As he traveled farther afield, particularly to Asia, so his initial findings would be confirmed. He became a connoisseur of rock sequences, increasingly convinced that nature preserved natural global markers recording moments of transformation in the earth's history. However, his views were not shared by those more utilitarian stratigraphers engaged in dividing rocks up into neat, globally recognized parcels. Walliser became an outspoken advocate for locating and using natural boundaries in rock sequences. His critics preferred to drive their boundary-defining, and metaphorical, “Golden Spikes” into sequences where nothing much happened but where the replacement of one species by another could be recognized globally. He did have some early successes, however, such as in setting the maj or Silurian-Devonian boundary at a meeting in Bonn in 1960. But such victories were rarely permanent. Mass extinctions were often associated with difficult lithologies and incomplete rock sequences; even an imaginary Golden Spike cannot be driven into rocks that are not there. Consequently, throughout the 1960s, the artificial scheme gained ground and was adopted by all the various grandly named subcommissions that sought to define and adjudicate on these global boundaries. Walliser found himself in the minority, frustrated by the victory of utilitarianism over nature.
7
In the story of the conodont, of course, this is not an unfamiliar theme.

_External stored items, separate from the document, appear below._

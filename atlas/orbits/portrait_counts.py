"""The whole phase portrait: orbits shared out to workers, their counts added; and samples: auto."""

from __future__ import annotations

import math
import threading
from collections.abc import Callable
from dataclasses import fields, replace

import numpy as np
from numpy.typing import NDArray

from atlas.orbits.histogram import Progress
from atlas.orbits.orbit import LANES, Stopped
from atlas.orbits.orbit_kernels import FILLED, READY
from atlas.orbits.portrait import Counts, Outcome, Portrait, PortraitCounter, most_samples
from atlas.orbits.sampling import LEAST, LEAST_SHARE, ON_PLATES
from atlas.orbits.schedule import Schedule

MOST_ORBITS_AT_ONCE, TASKS = 1024, 64
PILOT_CELLS, PILOT_SAMPLES, PILOT_LIMIT = 256, 1 << 19, 20_000
TOGETHER = 2.0**-16
"""Copies of a start that are nearer than this part of their size have not parted."""


def room_memory(columns: int, rows: int) -> int:
    """Return the bytes that each worker counts in."""
    return 8 * (columns + 2) * (rows + 2)


def result_memory(columns: int, rows: int) -> int:
    """Return the bytes of the counts that are handed over, alive beside the rooms of the workers."""
    return 4 * columns * rows


def workers_that_fit(columns: int, rows: int, memory: int, workers: int) -> int:
    """Return how many workers can count side by side in an amount of memory; 0 where not even one can."""
    room = (memory - result_memory(columns, rows)) // room_memory(columns, rows)
    return max(0, min(workers, room))


def count_portrait(
    counter: PortraitCounter,
    schedule: Schedule,
    progress: Progress | None = None,
    *,
    at_once: int | None = None,
) -> Portrait:
    """Count the orbits of all starts.

    Parameters
    ----------
    counter : PortraitCounter
    schedule : Schedule
        The workers; their number does not change the result.
    progress : callable of int, optional
        Told of the samples of every finished group of orbits, in the thread that counted it.
    at_once : int, optional
        Most workers that may count side by side, where memory is short.

    Returns
    -------
    Portrait
    """
    spare: list[Counts] = []
    rooms: list[Counts] = []
    lock = threading.Lock()
    width = min(MOST_ORBITS_AT_ONCE, LANES * -(-counter.orbits // (LANES * TASKS)))

    def group(first: int) -> Callable[[], Outcome]:
        last = min(first + width, counter.orbits)

        def count() -> Outcome:
            with lock:
                room = spare.pop() if spare else None
            if room is None:
                room = counter.room()
                with lock:
                    rooms.append(room)
            try:
                return counter.count(first, last, room, stop=schedule.stop)
            finally:
                with lock:
                    spare.append(room)
                if progress is not None:
                    progress((last - first) * counter.samples_of_a_copy)

        return count

    outcomes: list[Outcome] = []
    counter.warm()
    schedule.run(
        (group(first) for first in range(0, counter.orbits, width)), outcomes.append, at_once=at_once
    )
    return _portrait(counter, rooms, outcomes)


def _portrait(counter: PortraitCounter, rooms: list[Counts], outcomes: list[Outcome]) -> Portrait:
    whole = rooms.pop()[: counter.cells]
    while rooms:
        whole += rooms.pop()[: counter.cells]
    table = whole.reshape(counter.columns + 2, counter.rows + 2)
    totals = {name.name: sum(getattr(one, name.name) for one in outcomes) for name in fields(Outcome)}
    sides = {"left": table[0], "right": table[-1], "below": table[1:-1, 0], "above": table[1:-1, -1]}
    totals |= {name: int(part.sum(dtype=np.uint64)) for name, part in sides.items()}
    totals["exposure"] = counter.exposure
    counts = np.ascontiguousarray(table[1:-1, 1:-1])
    return Portrait(counts, totals, counter.rules.samples, counter.copies)


def automatic_samples(
    counter: PortraitCounter, counts_per_cell: int = ON_PLATES, stop: NDArray[np.uint8] | None = None
) -> int:
    """Return the samples of each start that give the mean counts aimed at in the occupied cells.

    A pilot on 256 x 256 cells finds the share of samples inside the view, how many cells are occupied, and
    how their number grows with the resolution (as a box-counting dimension between the pilot's cells and
    those of twice their size). Where copies of a start stay together and are on no cycle, each copy alone
    must cover a closed curve across the view.

    Parameters
    ----------
    counter : PortraitCounter
        Its own number of samples does not matter.
    counts_per_cell : int
        Mean counts aimed at.
    stop : ndarray of uint8, shape (1,), optional
        When another thread sets it, the pilot ends early.

    Raises
    ------
    Stopped
        When ``stop`` was set.
    """
    starts = len(counter.starts)
    limit = max(counter.rules.transient, min(counter.rules.transient_limit, PILOT_LIMIT))
    samples = max(8192, PILOT_SAMPLES // starts)
    columns, rows = min(counter.columns, PILOT_CELLS), min(counter.rows, PILOT_CELLS)
    pilot = counter.at(columns, rows, replace(counter.rules, samples=samples, transient_limit=limit))
    room = pilot.room()
    block = pilot.run(0, pilot.orbits, room, stop)
    if stop is not None and stop[0]:
        raise Stopped("the work was interrupted")
    occupied = room[: pilot.cells].reshape(columns + 2, rows + 2)[1:-1, 1:-1]
    inside = int(occupied.sum(dtype=np.uint64))
    if not inside:
        return min(LEAST * counts_per_cell, most_samples(starts))
    cells = _cells_at(occupied > 0, counter.columns, counter.rows)
    share = max(inside / pilot.exposure, LEAST_SHARE)
    wanted = counts_per_cell * cells / (share * starts)
    if _some_together(block.x, block.outcome, pilot):
        curve = min(cells, 2.0 * (counter.columns + counter.rows))
        most = counter.with_samples(most_samples(starts)).copies
        wanted = max(wanted, counts_per_cell * curve * most)
    return min(max(LEAST, math.ceil(wanted)), most_samples(starts))


def _cells_at(occupied: NDArray[np.bool_], columns: int, rows: int) -> float:
    """Return about how many cells are occupied at another resolution."""
    wide, high = occupied.shape
    fine = int(occupied.sum())
    even = np.pad(occupied, ((0, wide % 2), (0, high % 2)))
    coarse = int(even.reshape(-1, 2, even.shape[1] // 2, 2).any(axis=(1, 3)).sum())
    dimension = min(2.0, math.log2(fine / coarse))
    growth: float = math.sqrt(columns / wide * (rows / high)) ** dimension
    return min(fine * growth, float(columns * rows))


def _some_together(x: NDArray[np.float64], outcome: NDArray[np.int8], pilot: PortraitCounter) -> bool:
    """Return whether the copies of some start are on no cycle and have not parted."""
    states = x.reshape(len(x), -1, pilot.copies)
    widths = np.array(pilot.source.widths)[:, None, None]
    with np.errstate(invalid="ignore", over="ignore"):
        gaps = np.abs(states - states[:, :, :1])
        gaps = np.where(widths > 0.0, np.minimum(gaps, np.abs(widths - gaps)), gaps)
        near = (gaps <= TOGETHER * np.abs(states).max(axis=(0, 2), keepdims=True)).all(axis=0)
    going = np.isin(outcome, (READY, FILLED)).reshape(-1, pilot.copies)
    turning = (outcome == READY).reshape(-1, pilot.copies)
    return bool(((near & going).all(axis=1) & turning.any(axis=1)).any())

Walliser was not entirely alone. In 1969, his friend Digby McLaren of the Geological Survey of Canada was at last willing to admit to the vital importance of these natural boundaries where a range of unrelated animals and plants became extinct, adding, pointedly, “[boundaries] which we are trying to define out of existence.” In his presidential address to the Paleontological Society that year, McLaren said these boundaries were of two types. The first was quiet and merely man-made for convenience, but the second recorded some “event” “across which something happened.” It was to explain a boundary of this second kind – a major extinction in the Devonian known as the Kellwasser Event, which he had first recognized in the 1950s – that he “landed a meteorite in the ocean with effects that had been described by [Robert] Dietz in an article in
Scientific American”
in 1961: “Dietz…suggests a giant meteorite falling in the middle of the Atlantic Ocean today would generate a wave twenty thousand feet high.” McLaren pondered the consequences of a similar event for his now extinct animals, and acknowledged, “This will do.”
8

Given the reception Schindewolf's alien causes had received, McLaren knew that he risked being labeled a crank. The preferred explanation for mass extinction was the rise and fall of sea level resulting from ice ages and major vertical movements in landmasses. (We need to remember that the vast majority of fossils – and therefore recorded extinctions – are of sea animals.) To this audience, then, McLaren's meteorite was unexpected and unneeded. The response to it is perhaps typified by one English contemporary, Michael House, who believed McLaren had said this “doubtless with tongue in cheek.” House viewed the problem through spectacles constructed from geology's most important guiding principle, uniformitarianism, a belief that the world of the past was created by the same gradual processes we continue to see today. Science neither needed nor had a place for catastrophes of this kind. But this was not how McLaren saw it at all: “I do not believe this explanation is farfetched…. We must look for more than everyday happenings to explain many geological features.”
9

It was, however, simply speculation; there was no evidence of an impact, even if some contemporary astronomers – beyond earshot of the geological community – thought sizable meteorites must have collided with the earth in the past.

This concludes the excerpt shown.